Law Schools Are Cutting Tuition … Even More

Valparaiso Law

Valparaiso Law School Suspends Admission For Fall Of 2018

Valparaiso University Law School is no longer admitting new students for the fall of 2018.
The Indiana private school announced Thursday that the university is continuing to “explore alternative possibilities related to the severe financial challenges facing its Law School.” These include the possibility of merging Valparaiso Law School with another law school or relocating the law school to a region that may attract more demand.
“This has been a very difficult decision,” said Frederick G. Kraegel, Chairman of the Board of Directors of Valparaiso University. “As the need for legal education continues to be challenged, we have taken numerous actions during the last several years to try to stabilize the law school’s financial situation. Actions have included a reduction in employment levels last year in an attempt to align the school’s faculty and staff to its decreased student population. Despite these efforts, it is highly unlikely that the law school’s operations will achieve financial stability.”
Enrollment Fallout
Inside Higher Ed reports that the law school has been struggling to enroll enough students. Only 29 new students enrolled this fall, down from more than 200 since 2013.
Recently, Whittier College announced it would close its law school officially following slumping enrollment. But, Valparaiso president Mark A. Heckler, says Valparaiso isn’t following the lead of Whittier. “We have a 138-year tradition and very strong people,” Heckler says.
Geographical demand
The university is currently facing geographic challenges in bringing demand to the law program. According to Inside Higher Ed, the law school is among four in the state of Indiana.

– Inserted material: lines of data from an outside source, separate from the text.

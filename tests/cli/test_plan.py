"""`goniosim plan` as a user meets it: sentence, tables, folder, JSON, exit codes, bad input."""

from __future__ import annotations

import json
import os
import subprocess
import sys

import pytest

import goniosim
from goniosim.cautions import CAUTION
from goniosim.cli.main import run
from goniosim.shipped import shipped_folder

SCENE = "right-eye-temporal"


@pytest.fixture()
def in_empty_folder(tmp_path, monkeypatch):
    monkeypatch.chdir(tmp_path)
    return tmp_path


def test_a_shipped_scene_gives_a_sentence_tables_and_a_folder(in_empty_folder, capsys):
    assert run(["plan", SCENE]) == 0
    out = capsys.readouterr().out
    assert out.startswith(
        "Seen: the pigmented meshwork at 3 o'clock (nasal) of the right eye, through direct-face-48."
    )
    assert max(len(line) for line in out.splitlines()) <= 100
    assert " ".join(CAUTION.split()) in " ".join(out.split())
    assert sorted(os.listdir(SCENE)) == ["cross-section.svg", "plan.json", "resolved-scene.yaml"]
    for name in os.listdir(SCENE):
        assert "planning aid, not a medical device" in " ".join(
            (in_empty_folder / SCENE / name).read_text().split()
        ), name


def test_the_resolved_scene_gives_the_plan_again_byte_for_byte(in_empty_folder):
    assert run(["plan", SCENE]) == 0
    (in_empty_folder / "other").mkdir()
    resolved = in_empty_folder / SCENE / "resolved-scene.yaml"
    assert run(["plan", str(resolved), "--into", "other/again"]) == 0
    for name in ("plan.json", "resolved-scene.yaml", "cross-section.svg"):
        first, second = ((in_empty_folder / folder / name).read_bytes() for folder in (SCENE, "other/again"))
        assert first == second, name


def test_planning_again_by_name_renews_the_folder_of_that_name(in_empty_folder, capsys):
    assert run(["plan", SCENE]) == 0
    before = (in_empty_folder / SCENE / "plan.json").read_bytes()
    assert run(["plan", SCENE, "--tilt", "30"]) == 0
    assert (in_empty_folder / SCENE / "plan.json").read_bytes() != before
    assert os.listdir() == [SCENE]


def test_json_alone_on_stdout_and_no_folder(in_empty_folder, capsys):
    assert run(["plan", SCENE, "--json"]) == 0
    plan = json.loads(capsys.readouterr().out)
    assert (
        plan["goniosim"] == "plan" and plan["caution"] == CAUTION and plan["version"] == goniosim.__version__
    )
    assert len(plan["fingerprint"]) == 64
    assert os.listdir() == []


def test_overrides_move_the_line_of_sight_and_the_target(in_empty_folder, capsys):
    assert (
        run(
            [
                "plan",
                SCENE,
                "--json",
                "--tilt",
                "30",
                "--turn",
                "30",
                "--lens",
                "direct-face-56",
                "--clock",
                "3.5",
            ]
        )
        == 0
    )
    plan = json.loads(capsys.readouterr().out)
    assert plan["line_of_sight"]["from_axis_deg"] == pytest.approx(60.0, abs=1e-9)
    assert plan["target"]["clock"] == 3.5
    assert plan["scene"]["lens"]["use"] == "direct-face-56"
    assert plan["scene"]["marks"]["scope.tilt_deg"] == "given"


def test_must_see_makes_no_an_exit_code(in_empty_folder, capsys):
    assert run(["plan", "no-lens", "--must-see", "--json"]) == 1
    assert json.loads(capsys.readouterr().out)["sightings"][0]["cause"] == "total reflection at cornea-front"
    assert run(["plan", "no-lens"]) == 0
    assert capsys.readouterr().out.startswith(
        "Not seen: the pigmented meshwork at 3 o'clock (nasal) of the right eye, "
        "without a lens. Cause: total\nreflection at cornea-front."
    )


@pytest.mark.parametrize(
    "arguments, code, words",
    [
        (["plan", "no-such-scene"], 3, "no-such-scene"),
        (["plan", SCENE, "--tilt", "200"], 2, "tilt_deg"),
        (["plan", SCENE, "--tilt", "nan"], 2, "tilt_deg"),
        (["plan", SCENE, "--lens", "direct-face-49"], 2, "Did you mean"),
        (["plan", SCENE, "--clock", "13"], 2, "clock"),
        (["plan", SCENE, "--side", "both"], 2, "side"),
    ],
)
def test_a_wrong_word_is_named_without_a_traceback(in_empty_folder, capsys, arguments, code, words):
    assert run(arguments) == code
    captured = capsys.readouterr()
    assert captured.out == "" and words in captured.err and "Traceback" not in captured.err
    assert os.listdir() == []


def test_all_faults_of_a_scene_at_once(in_empty_folder, capsys):
    (in_empty_folder / "case.yaml").write_text(
        "goniosim: scene\nschema: 1\nname: case\neye: {use: adult-open, side: rigth}\n"
        "scope: {tilt_deg: -3, tilt: 4}\ntarget: {structure: pigmented-meshwork, clock: 15}\n"
    )
    assert run(["plan", "case.yaml"]) == 3
    err = capsys.readouterr().err
    assert err.startswith("case.yaml has 4 problems\n")
    for words in ("line 4, column 30", "line 5, column", "line 6, column", "tilt_deg"):
        assert words in err
    assert os.listdir() == ["case.yaml"]


def test_a_target_that_lies_nowhere_and_a_lens_that_cuts_the_cornea(in_empty_folder, capsys):
    (in_empty_folder / "lenses").mkdir()
    (in_empty_folder / "lenses" / "sharp.yaml").write_text(
        "goniosim: lens\nschema: 1\nname: sharp\ntitle: Cuts into the cornea\n"
        "source: made for this test\nbodies:\n"
        "  - name: optic\n    medium: pmma\n    faces:\n"
        "      - {name: contact, shape: plane, vertex_mm: [0, 0, 0], side: ahead}\n"
        "      - {name: front, shape: plane, vertex_mm: [0, 0, 5], side: behind}\n"
        "      - {name: rim, shape: cylinder, radius_mm: 4, side: behind, finish: ground}\n"
        "  - name: spike\n    medium: pmma\n    faces:\n"
        "      - {name: tip, shape: plane, vertex_mm: [0, 0, -3], side: ahead}\n"
        "      - {name: top, shape: plane, vertex_mm: [0, 0, 1], side: behind}\n"
        "      - {name: side-wall, shape: cylinder, radius_mm: 1, vertex_mm: [3, 0, 0], "
        "side: behind, finish: ground}\n"
    )
    assert run(["plan", SCENE, "--plugins", str(in_empty_folder), "--lens", "sharp"]) == 3
    assert "spike" in (err := capsys.readouterr().err) and "cuts into the eye's front surface" in err


def test_ctrl_c_is_one_line_and_leaves_nothing(in_empty_folder, capsys, monkeypatch):
    def stopped(*_):
        raise KeyboardInterrupt

    monkeypatch.setattr("goniosim.cli.plan.make_plan", stopped)
    assert run(["plan", SCENE]) == 130
    assert capsys.readouterr().err == "stopped\n"
    assert os.listdir() == []


def test_the_first_word_of_help_and_a_missing_command(capsys):
    assert run([]) == 2
    assert "plan" in capsys.readouterr().out


def test_import_is_light():
    code = (
        "import goniosim, sys; "
        "print([m for m in ('numba', 'scipy', 'yaml', 'vtkmodules') if m in sys.modules])"
    )
    done = subprocess.run([sys.executable, "-c", code], capture_output=True, text=True, check=True)
    assert done.stdout.strip() == "[]"


def test_the_resolved_scene_needs_no_plugin_of_its_own(in_empty_folder, capsys):
    shipped = (shipped_folder("plugins") / "lenses" / "direct-face-48.yaml").read_text()
    (in_empty_folder / "mine" / "lenses").mkdir(parents=True)
    mine = shipped.replace("name: direct-face-48", "name: my-lens").replace("lean_deg: 48", "lean_deg: 47")
    assert mine.count("my-lens") == 1 and "lean_deg: 47" in mine
    (in_empty_folder / "mine" / "lenses" / "my-lens.yaml").write_text(mine)
    assert run(["plan", SCENE, "--plugins", "mine", "--lens", "my-lens", "--into", "first"]) == 0
    assert run(["plan", "first/resolved-scene.yaml", "--into", "second"]) == 0
    for name in os.listdir("first"):
        assert (in_empty_folder / "first" / name).read_bytes() == (
            in_empty_folder / "second" / name
        ).read_bytes(), name


def test_what_is_in_the_way_is_named_before_any_work(in_empty_folder, capsys, monkeypatch):
    monkeypatch.setattr("goniosim.cli.plan.make_plan", lambda *_: pytest.fail("planned all the same"))
    (in_empty_folder / SCENE).mkdir()
    (in_empty_folder / SCENE / "notes.txt").write_text("mine")
    assert run(["plan", SCENE]) == 2
    assert capsys.readouterr().err == (
        f"the folder {SCENE} holds notes.txt, which no plan wrote; it is left alone; "
        "choose another folder with --into DIR\n"
    )
    assert os.listdir(SCENE) == ["notes.txt"]


def test_a_place_that_cannot_be_written_is_one_line_and_exit_2(in_empty_folder, capsys):
    (in_empty_folder / "file").write_text("")
    assert run(["plan", SCENE, "--into", "file/case"]) == 2
    captured = capsys.readouterr()
    assert captured.out == "" and captured.err.startswith("the folder case cannot be written in ")
    assert captured.err.count("\n") == 1 and os.listdir() == ["file"]


@pytest.mark.parametrize(
    "step", ["goniosim.show.cross_section.cross_section", "goniosim.planning.report.report"]
)
def test_a_fault_of_ours_is_no_traceback_and_no_half_a_folder(in_empty_folder, capsys, monkeypatch, step):
    def broken(*_):
        raise RuntimeError("broken on purpose")

    assert run(["plan", SCENE]) == 0
    before = {name: (in_empty_folder / SCENE / name).read_bytes() for name in os.listdir(SCENE)}
    capsys.readouterr()
    monkeypatch.setattr(step, broken)
    assert run(["plan", SCENE, "--tilt", "30"]) == 4
    captured = capsys.readouterr()
    assert captured.out == "" and "broken on purpose" in captured.err and "Traceback" not in captured.err
    assert {name: (in_empty_folder / SCENE / name).read_bytes() for name in os.listdir(SCENE)} == before
    assert os.listdir() == [SCENE]
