def _share_at_zero(combined: Combined, columns: Mapping[str, int], rule: _Rule) -> float:
    """Share of the chambers that put the last column of a rule at 0, or as good as there.

    There a likelihood stops that would rather go on, at 0 or a trifle above it.
    """
    if combined.by_chamber is None:
        return 0.0
    values = combined.by_chamber[:, columns[rule.columns[-1]]]
    values = values[np.isfinite(values)]
    largest = np.abs(values).max(initial=0.0)
    if rule.beside is not None and rule.beside[0] in columns:
        other = combined.by_chamber[:, columns[rule.beside[0]]]
        # The square of a thousandth is a millionth.
        power = rule.beside[1]
        beside = _TRIFLE ** (power - 1) * np.nanmax(np.abs(other), initial=0.0) ** power
        largest = max(largest, float(beside))
    return float(np.mean(values <= _TRIFLE * largest)) if len(values) else 0.0


def _limit(
    combined: Combined,
    columns: Mapping[str, int],
    rule: _Rule,
    settings: IntervalSettings,
    stopped: float,
) -> Estimate:
    """A one-sided limit for what is not told from 0: at most so much, or at least so long.

    Counted from 0 where the value lies below, so that the limit is never nearer to 0 than the
    spread allows. Chambers that stop at 0 are alike there, more than they should; so the limit of
    columns that do not stop is taken if it is farther, and none without them if most stop. That
    the choice between an interval and a limit is the data's costs no coverage: 0 is outside
    neither, and what is well above 0 is hardly ever taken for it.
    """
    level = settings.level
    units = int(combined.units[[columns[name] for name in rule.columns]].min())
    # One-sided: all that may be missed is on one side.
    t = resampling.t_quantile(2 * level - 1, units - 1)
    ends = [] if stopped > _MOST_AT_ZERO else [(_upper_end(combined, columns, rule, t), "")]
    if rule.instead and all(name in columns for name in rule.instead):
        other = replace(rule, columns=rule.instead)
        ends.append((_upper_end(combined, columns, other, t), " of the mean squared displacement"))
    end, source = max(ends, default=(0.0, ""))
    if not end > 0:
        return Estimate(level=level, problem=rule.unresolved)
    end = rule.back(end)
    return Estimate(
        low=end if rule.decreasing else float("nan"),
        high=float("nan") if rule.decreasing else end,
        level=level,
        covers=combined.covers,
        method=f"one-sided limit{source}: {_students_t(combined, units)}",
        problem=rule.unresolved,
    )


def _upper_end(combined: Combined, columns: Mapping[str, int], rule: _Rule, t: float) -> float:
    """Upper end on the scale of a rule, counted from 0; 0 if there is no spread."""
    own = [columns[name] for name in rule.columns]
    spread = _spread_on_scale(combined, own, rule)
    centre = float(rule.scale(*combined.value[own]))
    return max(centre, 0.0) + t * spread if spread > 0 and np.isfinite(centre) else 0.0


def band(
    combined: Combined, columns: slice, *, settings: IntervalSettings
) -> tuple[Floats, Floats, Floats]:
    """Value and pointwise interval of a curve, (l,) each; NaN where no level repeats."""
    value, units = combined.value[columns], combined.units[columns]
    spread = spread_of(combined.draws[:, columns])
    t = np.array([resampling.t_quantile(settings.level, n - 1) if n > 1 else np.nan for n in units])
    return value, value - t * spread, value + t * spread
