def clean_tracks(
    n_tracks: int,
    n_frames: int,
    *,
    condition: ScenarioCondition,
    frame_s: float,
    exposure_s: float = 0.0,
    localization_error_um: float = 0.0,
    speed_spread: float = 0.0,
    rotational_diffusion_spread: float = 0.0,
    turning: Turning = "per_time",
    rng: np.random.Generator,
) -> Tracks:
    """Tracks of gliding filaments seen in every frame, without a field.

    They start all over 80 µm × 80 µm; the spreads are relative SDs between filaments.
    """
    motion = _gliding_motion(
        _effects(speed_spread, n_tracks, rng=rng),
        condition,
        truth=condition.truth,
        turn_effects=_effects(rotational_diffusion_spread, n_tracks, rng=rng),
        curl=rng.standard_normal(n_tracks),
        turning=turning,
    )
    x, y = rng.uniform(0, 80, (2, n_tracks))
    state = PathState.stationary(x, y, motion, rng=rng)
    timing = FrameTiming(frame_s=frame_s, n_frames=n_frames, exposure_s=exposure_s)
    simulated = simulation.tracks_of(
        simulation.seen_active(state, motion, view=View(timing=timing), rng=rng),
        kind=np.repeat(KINDS[:1], n_tracks),
        motion=motion,
        frame_s=frame_s,
        localization_error=localization_error_um,
        rng=rng,
    )
    return tracks_seen(simulated)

Because Valparaiso is located in northwest Indiana, it competes directly with the Chicago law school market.
Kraegel says the university’s legacy will continue to carry on, despite the changes to the law school.
“We are focused on ensuring fair and reasonable treatment of those impacted by this decision through an orderly and carefully considered process,” he says. “These financial circumstances do not diminish the Law School’s proud legacy of more than 130 years and the thousands of successful law graduates who lead and serve around the world.”